Dr. Carless works on genetic and epigenetic factors that drive the development and progression of heart disease and mental disorders. Her work aims to advance the current knowledge of epigenetic involvement in complex diseases and understand interactions that influence genetic regulation. This will help to identify novel targets for drug development and better therapeutic intervention.
- Role of DNA methylation on obesity and metabolic syndrome
- Genetic effects on migraine
- Gene expression and DNA methylation changes associated with schizophrenia, bipolar disorder, depression and associated neuropsychiatric traits
- Role of microRNAs and microRNA variants in psychiatric diseases (schizophrenia, bipolar disorder, depression, PTSD, and associated neuropsychiatric traits)

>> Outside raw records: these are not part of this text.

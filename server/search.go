package server

import (
	"strings"

	"tripwell/store"
	"tripwell/store/record"
)

// search finds devices in a register: every word must be somewhere in what the register says of the device.
type search struct {
	words []string
	tag   string // the query read as a tag in any form, or empty
}

func newSearch(query string) search {
	s := search{words: strings.Fields(strings.ToLower(strings.ReplaceAll(query, hyphen, "-")))}
	if tag, ok := record.ParseTag(strings.ReplaceAll(query, hyphen, "-")); ok {
		s.tag = tag
	}
	return s
}

func (s search) hits(d store.DeviceRow, k ink) bool {
	if len(s.words) == 0 {
		return true
	}
	if s.tag != "" && d.Tag != "" {
		if tag, ok := record.ParseTag(d.Tag); ok && tag == s.tag {
			return true
		}
	}
	text := strings.ToLower(strings.Join([]string{
		d.Place.Building, d.Place.Floor, d.Place.Room, d.Place.Name, d.Place.CriticalLoad, d.Panel + " / " + d.Circuit, d.Panel + "/" + d.Circuit,
		d.Make, d.Model, k.named("kind", d.Kind), d.Kind, d.Tag, showTag(d.Tag),
	}, "\n"))
	for _, w := range s.words {
		if !strings.Contains(text, w) {
			return false
		}
	}
	return true
}

// showTag writes a tag in its three groups; what is no tag stays as it is.
func showTag(tag string) string {
	if plain, ok := record.ParseTag(tag); ok {
		return record.ShowTag(plain)
	}
	return tag
}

- Effect of microRNAs on gene expression
- Understanding psychiatric disorders through induced pluripotent stem cells
Dr. Carless has more than 15 years of experience working in molecular genetics.
Inside The Lab
Epigenetic mechanisms, such as DNA methylation and microRNA regulation, are now considered significant players in the development of complex diseases, although the integration of these factors with our genetic architecture is not well understood. Our lab studies epigenetic variation that contributes to complex disease development and the role of this variation in the genetic-transcriptomic paradigm.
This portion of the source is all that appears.